[Dataset entries]
*** Begin section ***

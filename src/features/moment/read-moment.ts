import { frameGround } from '@/core/ground-frame';
import { gridAbout, momentAt, walkInStretches } from '@/core/moment';
import { frameSits, type SitFrame } from '@/core/sit-frame';
import { judgeSit } from '@/core/verdict';
import type { Verdict } from '@/core/verdict-types';
import { sitWindow } from '@/core/windows';
import { listBookedSits } from '@/features/ground/people-data';
import { loadForecast } from '@/features/sits/load-forecast';
import { loadScoring } from '@/features/sits/load-scoring';
import type { ReadOptions } from '@/features/sits/reads';
import { notFound } from '@/server/errors';
import type { ClubScope } from '@/server/scope';
import type { MomentAsk } from './ask-moment';
import type { MomentView } from './moment-types';
import { scentBands } from './scent-bands';
import { positionOf, stretchView } from './stretch-view';

/** Metres a cell of the scent field is wide, and how far from the stand it is drawn: the eye asks no more of a club's map. */
const CELL_M = 20;
const MOST_M = 640;

/** Everything the map lays over the ground for one half hour of one sit. */
export async function readMoment(
  scope: ClubScope,
  ask: MomentAsk,
  now: number,
  options: Pick<ReadOptions, 'forecast'> = {},
): Promise<MomentView> {
  const { club } = scope;
  const window = sitWindow(ask.day, ask.window, club.rules, club);
  const { input, rows } = await loadScoring(scope, { day: ask.day, until: window.startAt, weapon: null }, now);
  const row = rows.stands.find((stand) => stand.id === ask.stand);
  if (!row) throw notFound();
  const stands = input.stands.filter((stand) => stand.id === row.id);
  const { forecast } = options.forecast ?? (await loadForecast(scope, now));
  const ground = frameGround({ ...input, stands });
  const [stand] = ground.stands;
  if (!stand) throw notFound();
  const frame = frameSits(ground, window, forecast, now, 'full');
  const steps = frame.window.stepAts;
  const step = Math.min(ask.step, steps.length - 1);
  const moment = momentAt(frame, stand, step, gridAbout(stand, input.settings.scent.reachM, CELL_M, MOST_M));
  if (!moment) throw notFound();
  const verdict = judgeSit(frame, stand, []);
  const line = verdict.timeline[step];
  const most = input.features.find((feature) => feature.id === line?.windedFeatureId)?.name ?? null;
  const sits = await listBookedSits(scope, { standId: null, fromDay: ask.day, toDay: ask.day, now });
  return {
    stand: { id: row.id, name: row.name, at: [row.lon, row.lat] },
    window,
    steps,
    step,
    at: moment.at,
    wind: moment.wind,
    bands: moment.field ? scentBands(club, moment.field) : [],
    winded: line && line.windedChance !== null ? { chance: line.windedChance, most } : null,
    sun: { ...moment.sun, inEyes: line?.sunInEyes ?? false },
    way: wayView(scope, frame, verdict),
    sitters: sits.flatMap((sit) => {
      if (sit.windows !== 'all_day' && sit.windows !== ask.window) return [];
      const at = rows.stands.find((one) => one.id === sit.standId);
      return at ? [{ standId: at.id, standName: at.name, at: [at.lon, at.lat], name: sit.memberName }] : [];
    }),
    forecast: moment.wind ? (forecast?.source ?? null) : null,
  };
}

function wayView(scope: ClubScope, frame: SitFrame, verdict: Verdict): MomentView['way'] {
  const way = verdict.approach;
  const { approaches, features } = frame.ground.input;
  const approach = way && approaches.find((one) => one.id === way.approachId);
  if (!way || !approach) return null;
  return {
    name: way.approachName,
    leaveBy: way.leaveBy,
    inBy: way.inBy,
    inChance: way.inChance,
    stretches: walkInStretches(frame, way, approach).map((stretch) =>
      stretchView(stretch, (p) => positionOf(scope.club, p), features),
    ),
  };
}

*** End section ***

Work instruction → Taking the entries above, write out exactly each line from the one holding "const sits = await" to the one holding "winded: line &&", both included, and stop there.

Your solution →
  const sits = await listBookedSits(scope, { standId: null, fromDay: ask.day, toDay: ask.day, now });
  return {
    stand: { id: row.id, name: row.name, at: [row.lon, row.lat] },
    window,
    steps,
    step,
    at: moment.at,
    wind: moment.wind,
    bands: moment.field ? scentBands(club, moment.field) : [],
    winded: line && line.windedChance !== null ? { chance: line.windedChance, most } : null,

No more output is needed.